Hi, can someone share their thoughts on public schools in Japan?

- I hear that bullying of expat's kids is common at public schools, is that true?
- Did anyone send their kids to Hoshuko in California and later move to Japan? Did Hoshuko help your kids settle into Japanese schools? Was there a big academic gap between Hoshuko and Japanese schools?
- Does anyone send their kids to private schools? If you don't mind how much do they cost around Yokohama or other suburbs?

Thanks,
CY


----------



## myrrh

cy1 said:


> Hi, can someone share their thoughts on public schools in Japan?
> 
> - I hear that bullying of expat's kids is common at public schools, is that true?
> - Did anyone send their kids to Hoshuko in California and later move to Japan? Did Hoshuko help your kids settle into Japanese schools? Was there a big academic gap between Hoshuko and Japanese schools?
> - Does anyone send their kids to private schools? If you don't mind how much do they cost around Yokohama or other suburbs?
> 
> Thanks,
> CY


1) Regarding bullying, this depends on the school, on the personality of your kids and (maybe most importantly) on their ages. First or second year in elementary school should not be a problem anywhere. Late elementary school and junior high school can be a problem (anywhere in the world), as relationships will often be set and newcomers sometimes ostracized. Being active in the PTA and maintaining good communication lines with your kid's homeroom teacher can really help.

2) It depends on both the hoshu program and on the quality of the school in Japan. By the way, you should be able to find the reputations of the local hoshu programs by asking around or checking online. 

3) Private schools or international schools? If the former, you'd be paying a lot but still have the potential for bullying. As for the latter...you can search online. (I just did, and the yearly tuition seems to be between $12-18,000 US...plus lots and lots of fees.)


----------



## larabell

1) I had two kids in city-run public schools, one still there. Neither seems to have had any trouble with bullying but I agree that probably depends more on the personality of the kids. My oldest, in fact, was fairly popular and was selected the "class representative" for one of his Jr. High years.

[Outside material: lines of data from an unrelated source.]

"""Entries beside the mounting in words, for the traveler and the screen alike."""

from models.job import (
    AnyEntry,
    Attachment,
    OutsideOperation,
    PointEvent,
    Tightening,
    VisualFinding,
)

__all__ = ["TOLD", "told_words"]

TOLD = (Attachment, OutsideOperation, PointEvent, Tightening, VisualFinding)
_EVENTS = {
    "invited": "was invited",
    "came": "came",
    "did not come": "did not come",
    "waived": "waived it",
}


def told_words(entry: AnyEntry) -> str:
    """Say an entry beside the mounting in one sentence or two."""
    if isinstance(entry, PointEvent):
        said = f"{entry.point_kind} point “{entry.what}”: {entry.who} {_EVENTS[entry.event]}"
        return _with(said, entry.how, entry.words)
    if isinstance(entry, OutsideOperation):
        said = f"{entry.subject}: {entry.what} by {entry.works}, sent {entry.sent_on}"
        if entry.back_on is not None:
            said += f", back {entry.back_on}, {entry.result}"
        paper = f"certificate {entry.certificate}" if entry.certificate else ""
        return _with(said, paper, entry.words)
    if isinstance(entry, Tightening):
        figures = [
            one.written
            for one in (entry.torque, entry.angle, entry.pressure, entry.elongation)
            if one is not None
        ]
        locked = f"locked by {entry.locked_by}" if entry.locked_by else "not locked"
        said = f"{entry.item}: {entry.method} {', '.join(figures)}".rstrip()
        return _with(said, entry.order, locked, entry.words)
    if isinstance(entry, VisualFinding):
        return f"{entry.subject}, {entry.seen_at}: {entry.words} ({entry.weight})"
    if isinstance(entry, Attachment):
        about = f"about {entry.about}" if entry.about else ""
        said = f"{entry.name}, {entry.size_bytes} bytes, SHA-256 {entry.file_digest[:16]}…"
        return _with(said, entry.words, about)
    return entry.title


def _with(said: str, *more: str) -> str:
    return ", ".join((said, *(one for one in more if one)))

3) My oldest just started in a private High School [1] and his annual tuition comes out to around USD 8000 per year. We never checked out private schools for their Elementary education but I can believe the fees would be even higher than that. As for international schools... keep in mind that the majority of international schools cater to expats or reverse-expats returning from a stint in the UK or the States so the tuition is often paid by the employers. I'm guessing that drives prices even higher. On the other hand... if your kids aren't already fluent in Japanese, you may have no choice. Trying to keep up with the other students while also trying to catch-up on multiple years of basic Japanese is going to be tough.

[1] High school isn't mandatory in Japan so all High Schools are either private or semi-public (ie: run by some government entity but still charging tuition).


----------



## myrrh

Just to clarify regarding my post, I'm referring to students aged 10-14 transferring in from another school (or from outside the country). 

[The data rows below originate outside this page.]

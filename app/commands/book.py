"""The command that reads the handbook."""

import argparse
import json

from app.commands.spoken import WITHIN, UnusableError, say

__all__ = ["handbook"]


def handbook(given: argparse.Namespace) -> int:
    """Say where rules, formulas and numbers come from."""
    from app import handbook_text
    from models.handbook import find

    words = " ".join(given.words)
    found = find(words)
    if not found:
        raise UnusableError(
            f"the handbook has nothing on “{words}”. Try fewer words, or none for all of it"
        )
    if given.json:
        say(json.dumps(handbook_text.as_data(found), indent=1, ensure_ascii=False))
    else:
        say(handbook_text.told(words))
    return WITHIN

My (now college-age) kids also had no problems in school, but then they started with their peers in kindergarten. However, they (and I) had to intervene to stop the bullying of a kid who transferred in later. Of course, it's difficult to say whether "foreignness" was a major cause of this bullying. Japanese colleagues have sometimes reported the same issues with their similarly aged kids transferring to schools in different prefectures.

High schools are less of a problem in that entrance is neither obligatory nor necessarily easy. Students usually need to test well to get into a particular school, meaning that many students will start off their first year without a large, established core of long-term friends around them. I.e., in a sense, everyone is starting over. I would also think that most students at academically orientated Japanese high schools would be too busy with test preparation and/or club activities to bully much. Wishful thinking?


----------



## larabell

Yeah... it probably makes a big difference when a kid transfers in mid-year. Mine both started in public day-care so until the eldest's entry into High School, each transition was more-or-less with the same group (though the Jr. High areas were partitioned differently than the Elementary areas so there was some degree of "newness" introduced).

But bullying isn't just a Japanese problem. Heck... I was bullied in Jr. High and High School, mostly because I lived far enough away from the schools that I wasn't able to participate in activities outside of regular school hours. As you know (but the OP probably doesn't), in Japan you're almost required to participate in some sort of extra-curricular activity starting in Jr. High and I do think that helps the students develop social ties and also keeps them reasonably busy, depending on which club you join.

As for High School... I've been discovering that between school time, studying, and club activities, my oldest is hardly at home any more. And yes... the fact that he and his colleagues had to pass a relatively difficult examination just to get into the school really changed his outlook toward school and if most of the other students are taking this time as seriously as he is, I really doubt there's any energy left to even think about bullying.


----------